Place and evolution of phyluma
The place within the animal classification of the sipunculids is related to the formation of invertebrates and worms. But it is not enough. To express things accurately, we have to add something else: a) they are celestial metazoas: among the cellular layers that have a pluricellular organization and that appear in the embryonic development are animals with cavities or celomes; b) they are protostomates: although most of the known animals are celestial, there are two forms or ways of being celestial (that is, depending on the development): the model of the segmented protostomates are adocumented.
These characteristics, which a priori do not clarify much the problem, have placed the group in a place (or rather, area) of the evolutionary labyrinth. Among the daring to enter this labyrinth, some authors have seen and described the similarities of the sipunculids with annelids, equiurids and other groups... Taking as an example a previous tree of life, the RICE (1985) states that the sipunculids will be an asterisk that separated from the mollusco/anélido line, being two phylum that claim to be related to the Moscow and the annelids. Unfortunately, the valuable information that a few fossils can offer remains science-fiction.

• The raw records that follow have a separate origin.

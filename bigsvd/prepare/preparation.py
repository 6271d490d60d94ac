"""Centring and scaling of features, as they are applied to a panel while it is read."""

from __future__ import annotations

from dataclasses import dataclass, replace

import numpy as np


@dataclass(frozen=True, eq=False)
class Preparation:
    """What is subtracted from and divided out of the lines of a panel.

    Features lie across the sweep when lines are samples; then `shift` and `inverse_scale` are vectors known
    beforehand (from a pilot, later exactly). Otherwise every line is a whole feature, and its statistics are its own.

    Attributes
    ----------
    across_features : bool
        Features lie across the sweep.
    center, scale : bool
    shift : ndarray, shape (across,), or None
        Subtracted from every line, in units of the file; None for zero.
    inverse_scale : ndarray, shape (across,), or None
        Multiplied into every line after the shift; None for one.
    about : ndarray, shape (across,), or None
        Features that are scaled but not centred: a first mean, in prepared units, about which squares are taken.
    """

    across_features: bool
    center: bool
    scale: bool
    shift: np.ndarray | None = None
    inverse_scale: np.ndarray | None = None
    about: np.ndarray | None = None

    def learnt(self, mean: np.ndarray, inverse_scale: np.ndarray | None, work: np.dtype) -> Preparation:
        """Return the same preparation with better statistics, the shift representable in the working precision.

        Parameters
        ----------
        mean : ndarray, shape (across,)
            In units of the file.
        inverse_scale : ndarray, shape (across,), or None
        work : numpy.dtype
        """
        if self.center:
            return replace(self, shift=mean.astype(work).astype(mean.dtype), inverse_scale=inverse_scale)
        about = mean * inverse_scale if inverse_scale is not None else mean
        return replace(self, inverse_scale=inverse_scale, about=about if self.scale else None)


@dataclass(frozen=True, eq=False)
class LineStatistics:
    """Statistics of lines that are whole features.

    Attributes
    ----------
    mean : ndarray, shape (lines,), double or complex double
    inverse_scale : ndarray, shape (lines,), double
        One over the standard deviation (n − 1); one for constant lines.
    constant : ndarray of bool, shape (lines,)
        Lines whose smallest and largest entries are equal.
    """

    mean: np.ndarray
    inverse_scale: np.ndarray
    constant: np.ndarray


def line_statistics(raw: np.ndarray, *, scale: bool) -> LineStatistics:
    """Mean and, where asked, standard deviation of every line, in double.

    Parameters
    ----------
    raw : ndarray, shape (lines, across)
        Entries as stored.
    scale : bool
        Whether deviations are wanted.
    """
    wide = np.complex128 if raw.dtype.kind == "c" else np.float64
    mean = raw.mean(axis=1, dtype=wide)
    constant = np.all(raw == raw[:, :1], axis=1)
    # The mean of equal numbers may differ from them by rounding; a constant line must become exactly zero.
    mean = np.where(constant, raw[:, 0].astype(wide), mean)
    inverse = np.ones(len(raw))
    if scale:
        for line in np.flatnonzero(~constant):
            deviation = raw[line].astype(wide) - mean[line]
            spread = float(np.linalg.norm(deviation)) / np.sqrt(max(1, raw.shape[1] - 1))
            inverse[line] = 1.0 / spread if spread > 0 else 1.0
    return LineStatistics(mean, inverse, constant)


def prepare_unit(
    raw: np.ndarray, preparation: Preparation, lines: LineStatistics | None, columns: slice, out: np.ndarray
) -> None:
    """Convert, centre and scale a few lines into a working buffer.

    Parameters
    ----------
    raw : ndarray, shape (lines, across)
        Entries as stored; only `columns` are used.
    preparation : Preparation
    lines : LineStatistics or None
        Statistics of these lines where lines are features.
    columns : slice
        Range across the sweep.
    out : ndarray, shape (lines, columns)
        Working precision; wholly overwritten.

    Notes
    -----
    In single precision the shift is representable in single, so that the subtraction of close numbers is exact
    (Sterbenz) and its rounding is relative to the small result; the rest of the mean is corrected exactly afterwards.
    """
    part = raw[:, columns]
    if preparation.across_features:
        if preparation.shift is not None:
            np.subtract(part, preparation.shift[columns].astype(out.dtype), out=out, dtype=out.dtype, casting="unsafe")
        else:
            out[...] = part
        if preparation.inverse_scale is not None:
            np.multiply(out, preparation.inverse_scale[columns].astype(out.real.dtype), out=out)
        return
    if lines is None:
        out[...] = part
        return
    wide = np.result_type(out.dtype, np.float64)
    if preparation.center:
        # In double, whatever the working precision: the mean of a line is not representable in single.
        np.subtract(part, lines.mean[:, None], out=out, dtype=wide, casting="unsafe")
    else:
        out[...] = part
    if preparation.scale:
        np.multiply(out, lines.inverse_scale[:, None].astype(out.real.dtype), out=out)
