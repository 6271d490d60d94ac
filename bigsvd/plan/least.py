"""The least ceiling that would do, and the error that names it."""

from __future__ import annotations

from collections.abc import Callable, Iterator

from bigsvd.errors import MemoryCeilingError, OptionError
from bigsvd.plan.candidates import LONGEST_SHORT_SIDE, preference, price
from bigsvd.plan.plan import Plan
from bigsvd.plan.rates import Rates
from bigsvd.plan.request import Request
from bigsvd.source import MatrixSpec
from bigsvd.units import show_bytes, show_count

# All plans that could be made under a ceiling of so many bytes.
Drafts = Callable[[int], Iterator[Plan]]
# A plan that decodes more than this many times the matrix in a sweep cuts chunks needlessly.
MOST_AMPLIFICATION = 1.05
# A ceiling that spares cut chunks is named in place of the least if it is at most this many times as large.
WORTH = 2.0
AXES, FORMS = ("rows", "columns"), ("csr", "csc")
# A thousand TiB: no machine has more.
MOST_MEBIBYTES = 2**30


def least_mebibytes(drafts: Drafts, low: int, whole: Rates | None = None) -> int | None:
    """The least ceiling above `low` MiB under which anything fits.

    Parameters
    ----------
    drafts : callable
    low : int
        MiB under which nothing fits.
    whole : Rates or None
        Where the plan that is made at these rates must decode every chunk once.

    Returns
    -------
    int or None
        MiB; None where no ceiling helps. Panels follow from the ceiling, so it is found by planning at others.
    """

    def fits(mebibytes: int) -> bool:
        fitting = _fitting(drafts, mebibytes)
        if whole is None:
            return next(fitting, None) is not None
        cheapest = _cheapest(fitting, whole)
        return cheapest is not None and cheapest.geometry.amplification <= MOST_AMPLIFICATION

    high = max(1, 2 * low)
    while not fits(high):
        low, high = high, high * 2
        if high > MOST_MEBIBYTES:
            return None
    while high - low > 1:
        middle = (low + high) // 2
        low, high = (low, middle) if fits(middle) else (middle, high)
    return high


def too_small(spec: MatrixSpec, request: Request, ceiling: int, drafts: Drafts, rates: Rates) -> OptionError:
    """The error that names the least ceiling that would do.

    A slightly larger one under which no chunk is cut is named in its place; where there is none, how often chunks are
    decoded is said.
    """
    if next(drafts(ceiling), None) is None:
        if request.products == "sparse":
            return OptionError(
                "--products sparse does not suit: zeros can be left out only of a sparse matrix, along the axis by"
                " which it is stored, on the route krylov",
                remedy="Give --products auto.",
            )
        return OptionError(
            f"--route {request.route} does not suit this matrix: its short side is longer than"
            f" {show_count(LONGEST_SHORT_SIDE)}, or it does not fit in half the ceiling",
            remedy="Give --route krylov.",
        )
    least = least_mebibytes(drafts, ceiling >> 20)
    assert least is not None
    named, notes, once = least, [], ""
    plan = _cheapest(_fitting(drafts, least), rates)
    assert plan is not None
    cut = plan.geometry.amplification
    if cut > MOST_AMPLIFICATION:
        times = f"{cut:.1f} times in every sweep"
        whole = least_mebibytes(drafts, least, rates) if request.panel_lines is None else None
        if whole is None or whole > WORTH * least:
            notes.append(f"under so little, panels cut chunks, which are decoded {times}")
        else:
            named, once = whole, " to decode every chunk once"
            notes.append(f"from {least} MiB on it would run, but cut chunks and decode them {times}")
        if whole is not None and whole != named:
            notes.append(f"from {show_bytes(whole << 20)} on they are decoded once")
    plan = _cheapest(_fitting(drafts, named), rates)
    assert plan is not None
    evidence = [f"{show_bytes(term.size):>9}  {term.what}" for term in plan.memory]
    turn = ""
    if spec.compressed_axis is not None and spec.shape[1 - spec.compressed_axis] > spec.shape[spec.compressed_axis]:
        notes.append(_long_lines(spec))
        turn = f", or store it by {AXES[1 - spec.compressed_axis]}: X.to{FORMS[1 - spec.compressed_axis]}() of SciPy"
    what = f"rank {request.rank}" if request.variance is None else f"--variance with --max-rank {request.rank}"
    lower = "--rank" if request.variance is None else "--max-rank"
    return MemoryCeilingError(
        f"{what} needs at least {named} MiB{once}, but --memory is {show_bytes(ceiling)}:",
        evidence=[*evidence, *notes],
        remedy=f"Raise --memory to {named}MiB, or lower {lower}{turn}.",
    )


def _long_lines(spec: MatrixSpec) -> str:
    """Why a sparse matrix that is stored along its short side needs so much."""
    assert spec.compressed_axis is not None
    stored, other = AXES[spec.compressed_axis], AXES[1 - spec.compressed_axis]
    length = show_count(spec.shape[1 - spec.compressed_axis])
    return (
        f"it is stored by {stored}, so panels are ranges of {stored}, and every vector of the basis has an entry for"
        f" each of {length} {other}; ranges of {other} would decode all of it for every panel"
    )


def cut_remark(plan: Plan, drafts: Drafts, rates: Rates) -> tuple[str, ...]:
    """What a plan that cuts chunks costs, and the ceiling that avoids it."""
    words = f"panels cut chunks: every sweep decodes {plan.geometry.amplification:.1f} × the matrix"
    whole = least_mebibytes(drafts, plan.ceiling >> 20, rates)
    return (words if whole is None else f"{words}; --memory {whole}MiB avoids it",)


def _fitting(drafts: Drafts, mebibytes: int) -> Iterator[Plan]:
    """Plans that fit under so many MiB."""
    ceiling = mebibytes << 20
    return (plan for plan in drafts(ceiling) if plan.planned_bytes <= ceiling)


def _cheapest(plans: Iterator[Plan], rates: Rates) -> Plan | None:
    """The plan that would be made."""
    return min((price(plan, rates) for plan in plans), key=preference, default=None)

When did all this happen? Phylum's origin lies in the Cambrian system started 570 million years ago. If it were possible to explain the lack of fossils throughout geological history, not only because of the characteristic of soft bodies, but also because of their scarcity in ecosystems… how would we understand that these worms had survived so far? Although the number of species is low, the sipunculido has always been sufficient. Apparently, Sipuncula is an ancient taxon with an unknown history of branching and destruction. This taxon at first was going to undergo the changes quickly; then it would maintain the same aspect for a long time and its companions would have the opportunity to continue living in the ecological corners that were then covered (see photo 4) (CUTLER 1994).
There is another reason or hypothesis of how this old group has managed not to lose under the force of destruction. Only the inhabitants of some eastern localities have introduced the sipunculids in their diet. What if Western Chinese restaurants started serving as a delicious food?